Lorsque des épousailles étaient décidées à Gog-Magog, le prince du désert était amené auprès de la future mère pour la mettre en humeur amoureuse. Puis, quand la belle, sensible à la séduction du petit cheval noir, semblait suffisamment préparée, on faisait entrer le maître étalon, le Roi du Haras, l’énorme Hobgoblin, qui s’avançait, lourd portant, satisfait, se dandinant un peu dans sa grasse apparence, pour accomplir avec le moindre effort l’œuvre de paternité.
Les choses se passèrent de la sorte, jusqu’au jour, mémorable entre tous dans l’histoire des chevaux de courses, où apparut devant Godolphin Arabian une superbe blonde, une alezane dorée, très jeune encore, mais déjà opulente en ses formes et fort nerveuse, inquiète d’être conduite à ses premières noces. Elle s’appelait Roxana. Qu’elle vint des haras royaux, où Lord Godolphin l’avait payée soixante guinées, ne l’empêcha pas d’éprouver le coup de foudre pour l’agaceur oriental.
Plus intuitive, sans doute que les hommes, elle avait reconnu en Godolphin Arabian un sang royal. Et le prince du désert, lui aussi, montra dès l’abord, pour la blonde Roxana, un élan, une passion, plus fougueux qu’il n’en avait jamais témoigné. Entre ces deux commença une danse d’amour éperdue, somptueuse, un véritable ballet de la séduction.

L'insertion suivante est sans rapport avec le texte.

using System.Text;
using AlgebraNotebook.Exact.Symbols;

namespace AlgebraNotebook.Exact.Polynomials;

/// <summary>
/// A power product x1^e1 ... xk^ek of symbols with positive exponents; immutable and canonical
/// (factors sorted by <see cref="Symbol.Compare"/>, i.e. by name, no zero exponents). The empty product is <see cref="One"/>.
/// Every exponent and the total degree fit in an <see cref="int"/>, never wrapped around: a product whose exponents or
/// total degree would exceed <see cref="int.MaxValue"/> throws <see cref="OverflowException"/> (the parsers report it as
/// a parse error); <see cref="FromFactors"/> and <see cref="Pow"/> refuse such input with named exceptions.
/// </summary>
public sealed class Monomial : IEquatable<Monomial>
{
    private readonly Symbol[] _symbols;
    private readonly int[] _exponents;
    private readonly int _hash;

    private Monomial(Symbol[] symbols, int[] exponents)
    {
        _symbols = symbols;
        _exponents = exponents;
        var degree = 0;
        var hash = 17;
        for (var k = 0; k < symbols.Length; k++)
        {
            // Checked: a wrapped-around total degree would break the graded orders (a product of sorted terms would come
            // out unsorted, so equal polynomials would compare unequal).
            degree = checked(degree + exponents[k]);
            hash = unchecked((hash * 31 + symbols[k].Id) * 31 + exponents[k]);
        }

        TotalDegree = degree;
        _hash = hash;
    }

    /// <summary>The empty product 1.</summary>
    public static Monomial One { get; } = new([], []);

    /// <summary>Sum of the exponents.</summary>
    public int TotalDegree { get; }

    /// <summary>True for the empty product.</summary>
    public bool IsOne => _symbols.Length == 0;

    /// <summary>Number of distinct symbols with a positive exponent.</summary>
    public int FactorCount => _symbols.Length;

    /// <summary>The factors (symbol, exponent) in the canonical symbol order (by name, see <see cref="Symbol.Compare"/>).</summary>
    public IEnumerable<(Symbol Symbol, int Exponent)> Factors
    {
        get
        {
            for (var k = 0; k < _symbols.Length; k++)
            {
                yield return (_symbols[k], _exponents[k]);
            }
        }
    }

    /// <summary>The symbol of the k-th factor.</summary>
    public Symbol SymbolAt(int k) => _symbols[k];

    /// <summary>The exponent of the k-th factor.</summary>
    public int ExponentAt(int k) => _exponents[k];

    /// <summary>The monomial consisting of one symbol to a power (power 0 gives <see cref="One"/>).</summary>
    /// <exception cref="ExactArgumentException">The exponent is negative.</exception>
    public static Monomial Of(Symbol symbol, int exponent = 1)
    {
        ArgumentNullException.ThrowIfNull(symbol);
        if (exponent < 0)
        {
            throw new ExactArgumentException($"Exponent {exponent} of {symbol} is negative; monomials have non-negative exponents.", nameof(exponent));
        }

        return exponent == 0 ? One : new Monomial([symbol], [exponent]);
    }

    /// <summary>Builds a monomial from factors in any order; repeated symbols add their exponents, zero exponents vanish.</summary>
    /// <exception cref="ExactArgumentException">An exponent is negative, or an exponent or the total degree would exceed
    /// <see cref="int.MaxValue"/>.</exception>
    public static Monomial FromFactors(IEnumerable<(Symbol Symbol, int Exponent)> factors)
    {
        ArgumentNullException.ThrowIfNull(factors);
        var collected = new SortedDictionary<Symbol, (Symbol Symbol, int Exponent)>();
        foreach (var (symbol, exponent) in factors)
        {
            if (exponent < 0)
            {
                throw new ExactArgumentException($"Exponent {exponent} of {symbol} is negative; monomials have non-negative exponents.", nameof(factors));
            }

            var sum = collected.TryGetValue(symbol, out var old) ? (long)old.Exponent + exponent : exponent;
            if (sum > int.MaxValue)
            {
                throw new ExactArgumentException(
                    $"The exponents of {symbol} add up to {sum}, more than the largest exponent a monomial holds ({int.MaxValue}).", nameof(factors));
            }

            collected[symbol] = (symbol, (int)sum);
        }

        var kept = collected.Values.Where(f => f.Exponent != 0).ToArray();
        var total = kept.Sum(f => (long)f.Exponent);
        if (total > int.MaxValue)
        {
            throw new ExactArgumentException(
                $"The factors {string.Join(", ", kept.Select(f => $"{f.Symbol}^{f.Exponent}"))} have total degree {total}, more than a monomial holds ({int.MaxValue}).", nameof(factors));
        }

        return kept.Length == 0 ? One : new Monomial(kept.Select(f => f.Symbol).ToArray(), kept.Select(f => f.Exponent).ToArray());
    }

    /// <summary>The exponent of <paramref name="symbol"/> (0 when absent).</summary>
    public int ExponentOf(Symbol symbol)
    {
        for (var k = 0; k < _symbols.Length; k++)
        {
            if (ReferenceEquals(_symbols[k], symbol))
            {
                return _exponents[k];
            }

            if (Symbol.Compare(_symbols[k], symbol) > 0)
            {
                break;
            }
        }

        return 0;
    }

    /// <summary>The product of two monomials.</summary>
    public static Monomial operator *(Monomial left, Monomial right)
    {
        if (left.IsOne)
        {
            return right;
        }

        if (right.IsOne)
        {
            return left;
        }

        return Merge(left, right, MergeKind.Add);
    }

    /// <summary>True when this monomial divides <paramref name="other"/>.</summary>
    public bool Divides(Monomial other)
    {
        int i = 0, j = 0;
        while (i < _symbols.Length)
        {
            while (j < other._symbols.Length && Symbol.Compare(other._symbols[j], _symbols[i]) < 0)
            {
                j++;
            }

            if (j == other._symbols.Length || !ReferenceEquals(other._symbols[j], _symbols[i]) || other._exponents[j] < _exponents[i])
            {
                return false;
            }

            i++;
            j++;
        }

        return true;
    }

    /// <summary>The quotient this / divisor.</summary>
    /// <exception cref="ExactArgumentException">The divisor does not divide this monomial.</exception>
    public Monomial DivideBy(Monomial divisor)
    {
        if (!divisor.Divides(this))
        {
            throw new ExactArgumentException($"{divisor} does not divide {this}.", nameof(divisor));
        }

        return divisor.IsOne ? this : Merge(this, divisor, MergeKind.Subtract);
    }

    /// <summary>The quotient this / divisor when the caller knows the divisor divides this monomial.</summary>
    internal Monomial DivideByUnchecked(Monomial divisor) => divisor.IsOne ? this : Merge(this, divisor, MergeKind.Subtract);

    /// <summary>Least common multiple (componentwise maximum of exponents).</summary>
    public static Monomial Lcm(Monomial left, Monomial right) => Merge(left, right, MergeKind.Max);

    /// <summary>Greatest common divisor (componentwise minimum of exponents).</summary>
    public static Monomial Gcd(Monomial left, Monomial right) => Merge(left, right, MergeKind.Min);

    /// <summary>True when the two monomials share no symbol.</summary>
    public static bool AreCoprime(Monomial left, Monomial right)
    {
        int i = 0, j = 0;
        while (i < left._symbols.Length && j < right._symbols.Length)
        {
            var c = Symbol.Compare(left._symbols[i], right._symbols[j]);
            if (c == 0)
            {
                return false;
            }

            if (c < 0)
            {
                i++;
            }
            else
            {
                j++;
            }
        }

        return true;
    }

    /// <summary>This monomial to a non-negative power.</summary>
    /// <exception cref="ExactArgumentException">The exponent is negative.</exception>
    /// <exception cref="BeyondCapabilityException">The total degree of the result would exceed <see cref="int.MaxValue"/>.</exception>
    public Monomial Pow(int exponent)
    {
        if (exponent < 0)
        {
            throw new ExactArgumentException($"Exponent {exponent} is negative; monomials have non-negative exponents.", nameof(exponent));
        }

        if (exponent == 0)
        {
            return One;
        }

        var degree = (long)TotalDegree * exponent;
        if (degree > int.MaxValue)
        {
            throw new BeyondCapabilityException(
                $"({this})^{exponent} would have total degree {degree}, beyond the largest exponent and total degree a monomial holds ({int.MaxValue}).");
        }

        // Each exponent is at most the total degree, so no product below overflows.
        return new Monomial((Symbol[])_symbols.Clone(), _exponents.Select(e => e * exponent).ToArray());
    }

    /// <summary>The monomial with <paramref name="symbol"/> removed.</summary>
    public Monomial Without(Symbol symbol) =>
        ExponentOf(symbol) == 0 ? this : FromFactors(Factors.Where(f => !ReferenceEquals(f.Symbol, symbol)));

    // Kept allocation-light: Groebner computations multiply and divide monomials in their inner loops.
    private enum MergeKind
    {
        Add,
        Subtract,
        Max,
        Min,
    }

    internal Symbol[] SymbolArray => _symbols;

    internal int[] ExponentArray => _exponents;

    private static Monomial Merge(Monomial left, Monomial right, MergeKind kind)
    {
        var ls = left._symbols;
        var rs = right._symbols;
        var le = left._exponents;
        var re = right._exponents;
        var capacity = ls.Length + rs.Length;
        var symbols = new Symbol[capacity];
        var exponents = new int[capacity];
        var count = 0;
        int i = 0, j = 0;
        while (i < ls.Length || j < rs.Length)
        {
            Symbol symbol;
            int a = 0, b = 0;
            if (j == rs.Length || (i < ls.Length && Symbol.Compare(ls[i], rs[j]) < 0))
            {
                symbol = ls[i];
                a = le[i++];
            }
            else if (i == ls.Length || Symbol.Compare(rs[j], ls[i]) < 0)
            {
                symbol = rs[j];
                b = re[j++];
            }
            else
            {
                symbol = ls[i];
                a = le[i++];
                b = re[j++];
            }

            var e = kind switch
            {
                MergeKind.Add => checked(a + b),
                MergeKind.Subtract => a - b,
                MergeKind.Max => Math.Max(a, b),
                _ => Math.Min(a, b),
            };
            if (e != 0)
            {
                symbols[count] = symbol;
                exponents[count] = e;
                count++;
            }
        }

        if (count == 0)
        {
            return One;
        }

        if (count < capacity)
        {
            Array.Resize(ref symbols, count);
            Array.Resize(ref exponents, count);
        }

        return new Monomial(symbols, exponents);
    }

    /// <inheritdoc />
    public bool Equals(Monomial? other)
    {
        if (ReferenceEquals(this, other))
        {
            return true;
        }

        if (other is null || other._hash != _hash || other._symbols.Length != _symbols.Length)
        {
            return false;
        }

        for (var k = 0; k < _symbols.Length; k++)
        {
            if (!ReferenceEquals(_symbols[k], other._symbols[k]) || _exponents[k] != other._exponents[k])
            {
                return false;
            }
        }

        return true;
    }

    /// <inheritdoc />
    public override bool Equals(object? obj) => Equals(obj as Monomial);

    /// <inheritdoc />
    public override int GetHashCode() => _hash;

    /// <summary>Plain text such as "x^2*y", or "1".</summary>
    public override string ToString()
    {
        if (IsOne)
        {
            return "1";
        }

        var text = new StringBuilder();
        for (var k = 0; k < _symbols.Length; k++)
        {
            if (k > 0)
            {
                text.Append('*');
            }

            text.Append(_symbols[k].Name);
            if (_exponents[k] != 1)
            {
                text.Append('^').Append(_exponents[k]);
            }
        }

        return text.ToString();
    }
}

Au moment où Roxana, éperdue, allait s’abandonner, on approche, ainsi qu’à l’accoutumée, le gigantesque, le gras, le puissant Hobgoblin. Mais on vit alors le petit cheval noir, ivre de rage, se dresser et se précipiter, sabots levés, vers son rival. En vain les lads tiraient sur les longes, Godolphin cassa le cuir de ses liens, et la bataille s’engagea, sous les yeux terrifiés des hommes d’écuries qui n’osaient avancer de peur d’être assommés.
Le lourd Hobgoblin, habitué à d’autres traitements, n’était pas préparé à une telle attaque, il était trop lourd pour riposter aux assauts furieux de son mince adversaire. A coups de sabots et à coups de dents, Godolphin, en quelques instants, tua l’énorme Hobgoblin.
Brisant les portes, sans que personne ne puisse s’opposer à sa violence, il s’élança vers la liberté, entraînant la belle Roxana, éblouie de cette victoire, amoureuse et à jamais conquise. Ils s’enfuirent ensemble dans la forêt voisine. On les retrouvera le soir, heureux. Un peu las et à nouveau dociles, appuyés l’un sur l’autre. La tête de la blonde Roxana posée sur l’encolure noire de son conquérant.
L’épouse d’un seul cheval
Or, le produit de cette union romanesque fut un cheval nommé Lath qui naquit en 1732 et, dès qu’il parut sur les champs de courses, remporta tous les prix. On n’avait jamais vu pied plus sûr, ni train plus rapide. Ses lourds concurrents peinaient à vingt longueurs derrière lui. Cet enfant de l’amour était invincible. Du même coup, la race dite curieusement «de pur sang anglais» était née.
Godolphin Arabian fut relevé du rôle d’agaceur, mais Roxana, de son côté, refusait toute alliance, elle ne voulait appartenir qu’à Godolphin. Les deux chevaux semblaient souffrir, lorsqu’ils se trouvaient séparés ils devenaient nerveux, refusaient la nourriture. Roxana était décidément l’épouse d’un seul cheval.
Ils n’eurent pas beaucoup d’enfants, car la magnifique blonde mourut, hélas dix jours après ses deuxièmes couches, en 1734. Mais eurent beaucoup de petits-enfants. Leur second fils, Cade l’orphelin de mère qui fut élevé au lait de vache, devait être le père de l’illustre Matchem qui gagna onze courses sur treize, leurs descendants croisés aux produits de deux étalons arabes, The Byerly Turck et The Darley Arabian, ainsi appelés du nom de leurs propriétaires respectifs, le Captain Byerly et Mgr. Darley D’alby Park, sont les ancêtres de tous les chevaux qui, depuis, courent sur le globe.
(D’après «Le Barbe à l’origine de la création du plus célèbre coursier «Eclipse» par Ahmed Rayen).